WHAT TO WORK ON:
Below are some records; output exactly the lines from the line with "number; column: number" to the line with "a regular file.", both ends kept, and nothing more.

===== RECORDS SUPPLIED =====

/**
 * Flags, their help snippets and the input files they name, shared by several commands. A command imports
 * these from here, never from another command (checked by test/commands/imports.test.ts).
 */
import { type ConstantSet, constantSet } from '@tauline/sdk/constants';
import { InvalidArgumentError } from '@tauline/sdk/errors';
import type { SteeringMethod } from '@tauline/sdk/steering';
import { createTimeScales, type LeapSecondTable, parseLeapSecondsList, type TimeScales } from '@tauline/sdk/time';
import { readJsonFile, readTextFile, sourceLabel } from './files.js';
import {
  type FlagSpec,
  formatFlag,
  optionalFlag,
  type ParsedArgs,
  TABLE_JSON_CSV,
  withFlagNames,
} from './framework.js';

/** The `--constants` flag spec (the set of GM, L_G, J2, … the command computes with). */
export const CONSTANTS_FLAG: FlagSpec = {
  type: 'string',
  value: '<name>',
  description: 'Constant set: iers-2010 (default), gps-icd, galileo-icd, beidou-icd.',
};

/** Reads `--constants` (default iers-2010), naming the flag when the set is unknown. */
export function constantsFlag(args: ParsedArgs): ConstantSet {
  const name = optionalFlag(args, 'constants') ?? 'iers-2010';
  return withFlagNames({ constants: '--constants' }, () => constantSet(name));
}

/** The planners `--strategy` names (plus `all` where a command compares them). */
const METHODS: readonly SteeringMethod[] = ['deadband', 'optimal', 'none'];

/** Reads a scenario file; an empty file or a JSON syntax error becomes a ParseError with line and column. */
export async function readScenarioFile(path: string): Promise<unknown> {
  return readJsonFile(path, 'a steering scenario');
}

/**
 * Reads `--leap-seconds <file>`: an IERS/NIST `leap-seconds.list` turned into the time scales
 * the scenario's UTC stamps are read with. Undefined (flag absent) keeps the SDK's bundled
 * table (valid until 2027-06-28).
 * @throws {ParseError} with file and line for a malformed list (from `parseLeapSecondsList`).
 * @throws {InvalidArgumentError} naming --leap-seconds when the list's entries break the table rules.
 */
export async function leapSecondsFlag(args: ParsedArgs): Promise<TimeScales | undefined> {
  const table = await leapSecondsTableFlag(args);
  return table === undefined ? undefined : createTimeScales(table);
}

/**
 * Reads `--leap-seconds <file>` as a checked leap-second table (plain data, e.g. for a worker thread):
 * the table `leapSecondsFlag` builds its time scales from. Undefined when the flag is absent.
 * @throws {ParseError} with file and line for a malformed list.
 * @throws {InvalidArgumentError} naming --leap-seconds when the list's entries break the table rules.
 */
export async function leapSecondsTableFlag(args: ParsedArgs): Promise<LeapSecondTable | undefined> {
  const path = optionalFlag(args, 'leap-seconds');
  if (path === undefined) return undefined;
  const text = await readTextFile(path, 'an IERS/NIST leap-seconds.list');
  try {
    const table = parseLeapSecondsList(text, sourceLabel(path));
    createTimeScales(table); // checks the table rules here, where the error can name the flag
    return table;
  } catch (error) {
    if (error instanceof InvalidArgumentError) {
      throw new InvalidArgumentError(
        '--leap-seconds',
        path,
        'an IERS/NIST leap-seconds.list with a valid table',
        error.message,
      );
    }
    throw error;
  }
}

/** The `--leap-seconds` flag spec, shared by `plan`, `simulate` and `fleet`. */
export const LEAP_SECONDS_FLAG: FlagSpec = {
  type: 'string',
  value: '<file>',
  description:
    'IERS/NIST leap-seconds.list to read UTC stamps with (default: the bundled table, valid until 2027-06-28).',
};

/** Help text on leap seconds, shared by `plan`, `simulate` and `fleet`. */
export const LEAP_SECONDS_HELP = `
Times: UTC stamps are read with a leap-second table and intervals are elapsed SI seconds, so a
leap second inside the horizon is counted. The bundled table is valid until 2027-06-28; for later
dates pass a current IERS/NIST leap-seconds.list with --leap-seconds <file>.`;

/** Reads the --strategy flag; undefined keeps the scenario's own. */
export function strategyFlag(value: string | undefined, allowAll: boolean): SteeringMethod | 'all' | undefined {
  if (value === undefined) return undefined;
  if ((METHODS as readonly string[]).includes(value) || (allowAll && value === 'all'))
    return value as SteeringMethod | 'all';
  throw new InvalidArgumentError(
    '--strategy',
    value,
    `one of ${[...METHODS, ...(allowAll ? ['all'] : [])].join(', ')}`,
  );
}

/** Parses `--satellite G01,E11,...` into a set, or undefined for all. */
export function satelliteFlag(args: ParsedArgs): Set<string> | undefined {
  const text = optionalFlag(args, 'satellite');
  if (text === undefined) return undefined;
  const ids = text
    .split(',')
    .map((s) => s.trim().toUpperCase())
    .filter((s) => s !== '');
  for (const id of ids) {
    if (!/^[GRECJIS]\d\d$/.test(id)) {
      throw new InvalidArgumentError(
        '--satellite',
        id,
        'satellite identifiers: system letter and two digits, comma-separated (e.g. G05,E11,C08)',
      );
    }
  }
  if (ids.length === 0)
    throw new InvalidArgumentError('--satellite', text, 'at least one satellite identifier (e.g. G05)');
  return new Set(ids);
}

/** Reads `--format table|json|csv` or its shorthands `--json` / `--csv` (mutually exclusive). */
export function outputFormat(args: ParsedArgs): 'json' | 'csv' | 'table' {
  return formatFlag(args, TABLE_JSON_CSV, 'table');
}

=====
===== RECORDS SUPPLIED =====

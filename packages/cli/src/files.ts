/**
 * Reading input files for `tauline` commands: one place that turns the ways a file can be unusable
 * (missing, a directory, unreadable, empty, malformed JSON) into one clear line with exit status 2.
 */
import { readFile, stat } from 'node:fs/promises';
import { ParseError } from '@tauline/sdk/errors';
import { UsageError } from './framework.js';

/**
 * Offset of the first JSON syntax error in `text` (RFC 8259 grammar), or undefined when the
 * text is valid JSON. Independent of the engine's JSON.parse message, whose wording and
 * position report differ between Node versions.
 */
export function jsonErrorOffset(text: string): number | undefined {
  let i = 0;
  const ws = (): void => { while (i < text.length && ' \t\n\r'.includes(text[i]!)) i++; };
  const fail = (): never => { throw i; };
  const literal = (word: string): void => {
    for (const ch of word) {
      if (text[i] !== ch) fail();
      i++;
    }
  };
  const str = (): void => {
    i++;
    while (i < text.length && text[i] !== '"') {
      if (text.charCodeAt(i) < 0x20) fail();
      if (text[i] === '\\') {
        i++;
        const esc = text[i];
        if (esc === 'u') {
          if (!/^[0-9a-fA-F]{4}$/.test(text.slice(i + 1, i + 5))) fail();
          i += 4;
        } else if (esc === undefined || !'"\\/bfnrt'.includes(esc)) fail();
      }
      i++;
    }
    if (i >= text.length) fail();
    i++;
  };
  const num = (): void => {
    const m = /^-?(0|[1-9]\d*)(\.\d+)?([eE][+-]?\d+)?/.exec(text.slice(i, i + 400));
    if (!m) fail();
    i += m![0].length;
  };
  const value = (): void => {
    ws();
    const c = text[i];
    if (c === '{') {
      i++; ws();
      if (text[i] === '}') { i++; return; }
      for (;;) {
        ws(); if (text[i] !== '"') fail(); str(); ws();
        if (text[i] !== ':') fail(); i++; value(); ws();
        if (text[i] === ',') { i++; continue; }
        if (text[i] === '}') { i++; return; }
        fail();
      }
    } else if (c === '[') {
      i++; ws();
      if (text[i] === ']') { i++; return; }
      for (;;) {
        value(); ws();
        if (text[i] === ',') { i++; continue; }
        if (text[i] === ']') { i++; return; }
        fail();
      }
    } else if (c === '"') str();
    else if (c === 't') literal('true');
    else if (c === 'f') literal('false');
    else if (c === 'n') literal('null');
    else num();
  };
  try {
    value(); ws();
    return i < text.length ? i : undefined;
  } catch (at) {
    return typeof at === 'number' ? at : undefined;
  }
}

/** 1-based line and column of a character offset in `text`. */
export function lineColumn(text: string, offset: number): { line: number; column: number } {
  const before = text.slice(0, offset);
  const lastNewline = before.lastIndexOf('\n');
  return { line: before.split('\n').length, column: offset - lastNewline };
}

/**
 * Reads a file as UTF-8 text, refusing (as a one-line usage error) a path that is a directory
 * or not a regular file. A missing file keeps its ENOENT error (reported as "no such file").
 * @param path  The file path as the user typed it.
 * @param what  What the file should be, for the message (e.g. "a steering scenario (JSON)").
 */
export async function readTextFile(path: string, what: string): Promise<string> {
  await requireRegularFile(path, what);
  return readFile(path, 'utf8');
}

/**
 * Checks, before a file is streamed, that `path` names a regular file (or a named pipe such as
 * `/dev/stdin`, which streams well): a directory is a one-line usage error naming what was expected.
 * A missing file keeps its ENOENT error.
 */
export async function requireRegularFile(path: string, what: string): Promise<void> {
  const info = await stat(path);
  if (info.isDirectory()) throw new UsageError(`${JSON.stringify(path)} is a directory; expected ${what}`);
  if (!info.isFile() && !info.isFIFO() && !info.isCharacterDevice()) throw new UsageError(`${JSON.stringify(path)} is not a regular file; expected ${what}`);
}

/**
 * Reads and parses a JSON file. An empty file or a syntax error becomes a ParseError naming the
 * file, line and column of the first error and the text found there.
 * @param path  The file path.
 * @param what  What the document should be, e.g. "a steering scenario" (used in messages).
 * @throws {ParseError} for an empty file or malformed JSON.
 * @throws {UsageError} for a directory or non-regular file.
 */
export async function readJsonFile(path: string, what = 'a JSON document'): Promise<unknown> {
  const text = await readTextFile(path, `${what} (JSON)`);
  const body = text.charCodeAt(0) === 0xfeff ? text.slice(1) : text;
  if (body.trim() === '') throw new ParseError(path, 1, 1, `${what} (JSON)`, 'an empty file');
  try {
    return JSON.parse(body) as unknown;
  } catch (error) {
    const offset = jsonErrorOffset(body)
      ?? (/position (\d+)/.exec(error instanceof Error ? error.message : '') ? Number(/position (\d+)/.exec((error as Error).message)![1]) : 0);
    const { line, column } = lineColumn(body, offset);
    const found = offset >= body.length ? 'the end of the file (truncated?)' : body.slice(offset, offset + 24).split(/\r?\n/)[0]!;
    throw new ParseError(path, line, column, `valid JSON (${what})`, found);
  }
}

=====

RESULT OF THIS TASK:
export function lineColumn(text: string, offset: number): { line: number; column: number } {
  const before = text.slice(0, offset);
  const lastNewline = before.lastIndexOf('\n');
  return { line: before.split('\n').length, column: offset - lastNewline };
}

/**
 * Reads a file as UTF-8 text, refusing (as a one-line usage error) a path that is a directory
 * or not a regular file. A missing file keeps its ENOENT error (reported as "no such file").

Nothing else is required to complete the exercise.